The Company has made a number of assumptions with respect to, among other things, the price of copper and other metals, economic and political conditions, and continuity of operations. Although the Company believes that the assumptions made and the expectations represented by such statements or information are reasonable, there can be no assurance that forward-looking statements will prove to be accurate.

Forward-looking statements are subject to a variety of known and unknown risks, uncertainties and other factors which could cause actual events or results to differ materially from those expressed or implied by the forward-looking statements, including, without limitation: risks related to fluctuations in mineral prices; risks related to the Company's dependence on one mineral project; risks due to the nature of mineral exploration and mining and the uncertain commercial viability of certain mineral deposits; risks related to the re-allocation of the proposed uses of the net proceeds of the offering and the private placement; the Company's lack of operating revenues; uncertainty in the Company's ability to obtain necessary financing to fund the development of its mineral properties or the completion of further exploration programs; risks related to the Company's principal property being located in Argentina, including political, economic, and regulatory instability; risks related to governmental regulations and obtaining necessary licenses and permits; risks related to the Company's mineral properties being subject to prior unregistered agreements, transfers, or claims and other defects in title; risks related to fluctuations in the currency markets (particularly the Argentina peso, Canadian dollar and United States dollar); risks related to the business being subject to environmental laws and regulations which may increase costs of doing business and restrict the Company's operations; and risks related to the Company's dependence on key personnel.

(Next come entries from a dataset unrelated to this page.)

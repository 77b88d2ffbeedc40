/* SPDX-License-Identifier: BSD-3-Clause */
/* test_sim_judge.c - facts about how the simulator session judges failures: one-line reasons, per step. */
#include <stdbool.h>
#include <stdio.h>
#include <stdlib.h>
#include <string.h>

#include "sim_fixture.h"

static const char *const op_cmd[] = { "op" };
static const struct sch_sim_step op_step[] = { { op_cmd, 1, NULL, 0 } };

static const char *const divider[] = {
	"resistor divider", "v1 in 0 dc 10", "r1 in out 1k", "r2 out 0 4k", ".end",
};

static void check_sim_failure(const struct sch_sim_result *res, const struct sch_diag *d)
{
	assert_sane_result(res, res->n_steps);
	CHECK(res->failure != NULL && res->failure[0] != '\0');
	CHECK(d->n_errors == 1);
	CHECK(strncmp(d->first_error, "schrot: simulator: ", 19) == 0);
}

static void test_sim_judge__unknown_model_fails_with_one_line(void)
{
	static const char *const deck[] = { "bad model", "v1 a 0 1", "d1 a 0 nosuchmodel", ".end" };
	struct sch_sim_result res;
	struct sch_diag d;

	CHECK(run_deck(deck, N_OF(deck), op_step, 1, NULL, 0, false, &res, &d) == SCH_ERR_SIM);
	check_sim_failure(&res, &d);
	CHECK(res.failure && strstr(res.failure, "modelname") != NULL);
	CHECK(res.steps[0].failure != NULL);
	sch_sim_result_release(&res);
}

/*
 * A code model's data file never reaches a message: a word that only the data file holds is left
 * out of every reason the session passes on ("valid" below: the simulator's own reason holds it,
 * the deck does not), while the deck's own words (the model name) stay.
 */
static void test_sim_judge__words_of_data_files_are_left_out_of_reasons(void)
{
	static const char *const deck[] = { "data words", "v1 a 0 1", "d1 a 0 nosuchmodel", ".end" };
	static const char *const data[] = { "* invented bias table\nvalid 0.50 0.52\n" };
	struct sch_sim_request req = {
		.lines = deck, .n_lines = N_OF(deck), .steps = op_step, .n_steps = 1, .n_workers = 1,
		.private_texts = data, .n_private_texts = 1,
	};
	struct sch_sim_result res;
	struct sch_diag d;

	/* the control: without the data file the reason reads "could not find a valid modelname" */
	CHECK(run_deck(deck, N_OF(deck), op_step, 1, NULL, 0, false, &res, &d) == SCH_ERR_SIM);
	CHECK(res.failure && strstr(res.failure, "a valid modelname") != NULL);
	sch_sim_result_release(&res);
	sch_diag_init(&d, NULL, 0);
	CHECK(sch_sim_run(&req, &res, &d) == SCH_ERR_SIM);
	check_sim_failure(&res, &d);
	CHECK(res.failure && strstr(res.failure, "valid") == NULL);
	CHECK(res.failure && strstr(res.failure, "a \xe2\x80\xa6 modelname") != NULL);
	CHECK(res.failure && strstr(res.failure, "nosuchmodel") != NULL);
	CHECK(strstr(d.first_error, "valid") == NULL);
	sch_sim_result_release(&res);
}

static void test_sim_judge__numparam_error_gives_up_and_next_run_works(void)
{
	static const char *const deck[] = { "numparam", ".param a={1+}", "v1 a 0 1", "r1 a 0 1k", ".end" };
	static const char *const q[] = { "@r1[i]" };
	struct sch_sim_result res;
	struct sch_diag d;

	CHECK(run_deck(deck, N_OF(deck), op_step, 1, NULL, 0, false, &res, &d) == SCH_ERR_SIM);
	check_sim_failure(&res, &d);
	CHECK(res.failure && strncmp(res.failure, "simulator gave up: ", 19) == 0);
	sch_sim_result_release(&res);
	CHECK(run_deck(divider, N_OF(divider), op_step, 1, q, 1, false, &res, &d) == SCH_OK);
	CHECK_REL(res.steps[0].quantities[0], 2e-3, 1e-9);
	sch_sim_result_release(&res);
}

static void test_sim_judge__quit_command_gives_up(void)
{
	static const char *const cmds[] = { "quit" };
	static const struct sch_sim_step step[] = { { cmds, 1, NULL, 0 } };
	struct sch_sim_result res;
	struct sch_diag d;

	CHECK(run_deck(divider, N_OF(divider), step, 1, NULL, 0, false, &res, &d) == SCH_ERR_SIM);
	check_sim_failure(&res, &d);
	CHECK(res.steps[0].failure != NULL);
	sch_sim_result_release(&res);
}

static void test_sim_judge__parallel_voltage_sources_fail(void)
{
	static const char *const deck[] = { "loop", "v1 in 0 1", "v2 in 0 2", "r1 in 0 1k", ".end" };
	struct sch_sim_result res;
	struct sch_diag d;

	CHECK(run_deck(deck, N_OF(deck), op_step, 1, NULL, 0, false, &res, &d) == SCH_ERR_SIM);
	check_sim_failure(&res, &d);
	CHECK(res.steps[0].failure != NULL);
	sch_sim_result_release(&res);
}

static void test_sim_judge__noise_input_without_ac_value_fails_with_reason(void)
{
	static const char *const deck[] = { "no ac", "v1 in 0 dc 1", "r1 in out 1k", "r2 out 0 1k", ".end" };
	static const char *const cmd[] = { "noise v(out) v1 dec 2 1 1k 1" };
	static const struct sch_sim_step step[] = { { cmd, 1, NULL, 0 } };
	struct sch_sim_result res;
	struct sch_diag d;

	CHECK(run_deck(deck, N_OF(deck), step, 1, NULL, 0, true, &res, &d) == SCH_ERR_SIM);
	check_sim_failure(&res, &d);
	CHECK(res.failure && strstr(res.failure, "no AC value") != NULL);
	CHECK(res.steps[0].n_vectors == 0);
	sch_sim_result_release(&res);
}

static void test_sim_judge__unknown_subckt_fails(void)
{
	static const char *const deck[] = { "subckt", "x1 a 0 nosuchsub", "r1 a 0 1k", ".end" };
	struct sch_sim_result res;
	struct sch_diag d;

	CHECK(run_deck(deck, N_OF(deck), op_step, 1, NULL, 0, false, &res, &d) == SCH_ERR_SIM);
	check_sim_failure(&res, &d);
	CHECK(res.failure && strstr(res.failure, "unknown subckt") != NULL);
	sch_sim_result_release(&res);
}

static void test_sim_judge__missing_end_fails(void)
{
	static const char *const deck[] = { "no end", "v1 a 0 1", "r1 a 0 1k" };
	struct sch_sim_result res;
	struct sch_diag d;

	CHECK(run_deck(deck, N_OF(deck), op_step, 1, NULL, 0, false, &res, &d) == SCH_ERR_SIM);
	check_sim_failure(&res, &d);
	sch_sim_result_release(&res);
}

static void test_sim_judge__simulator_warnings_become_notes(void)
{
	static const char *const deck[] = { "low r", "i1 0 a dc 1m", "r1 a 0", ".end" };
	struct sch_sim_result res;
	struct sch_diag d;
	char buf[4096] = "";
	FILE *sink = fmemopen(buf, sizeof(buf) - 1, "w");
	struct sch_sim_request req = { .lines = deck, .n_lines = N_OF(deck), .steps = op_step, .n_steps = 1,
				       .n_workers = 1 };

	sch_diag_init(&d, sink, 1);
	CHECK(sch_sim_run(&req, &res, &d) == SCH_OK);
	fclose(sink);
	CHECK(strstr(buf, "note: simulator: Warning") != NULL);
	CHECK(d.n_warnings == 0 && d.n_errors == 0);
	sch_sim_result_release(&res);
}

static void test_sim_judge__failed_step_does_not_hide_later_steps(void)
{
	static const char *const good[] = { "op" };
	static const char *const bad[] = { "alter rnosuch 5k" };
	static const struct sch_sim_step steps[] = { { good, 1, NULL, 0 }, { bad, 1, NULL, 0 }, { good, 1, NULL, 0 } };
	static const char *const q[] = { "@r1[i]" };
	struct sch_sim_result res;
	struct sch_diag d;

	CHECK(run_deck(divider, N_OF(divider), steps, 3, q, 1, false, &res, &d) == SCH_ERR_SIM);
	check_sim_failure(&res, &d);
	CHECK(res.steps[0].failure == NULL);
	CHECK(res.steps[1].failure != NULL);
	CHECK(res.steps[2].failure == NULL);
	CHECK_REL(res.steps[2].quantities[0], 2e-3, 1e-9);
	sch_sim_result_release(&res);
}

CHECK_MAIN(CASE(test_sim_judge__unknown_model_fails_with_one_line),
	   CASE(test_sim_judge__words_of_data_files_are_left_out_of_reasons),
	   CASE(test_sim_judge__numparam_error_gives_up_and_next_run_works),
	   CASE(test_sim_judge__quit_command_gives_up),
	   CASE(test_sim_judge__parallel_voltage_sources_fail),
	   CASE(test_sim_judge__noise_input_without_ac_value_fails_with_reason),
	   CASE(test_sim_judge__unknown_subckt_fails),
	   CASE(test_sim_judge__missing_end_fails),
	   CASE(test_sim_judge__simulator_warnings_become_notes),
	   CASE(test_sim_judge__failed_step_does_not_hide_later_steps))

This is not an exhaustive list of the factors that may affect the Company's forward-looking statements. Should one or more of these risks and uncertainties materialize, or should underlying assumptions prove incorrect, actual results may vary materially from those described in the forward-looking statements. The Company's forward-looking statements are based on beliefs, expectations and opinions of management on the date the statements are made. For the reasons set forth above, investors should not place undue reliance on forward-looking statements.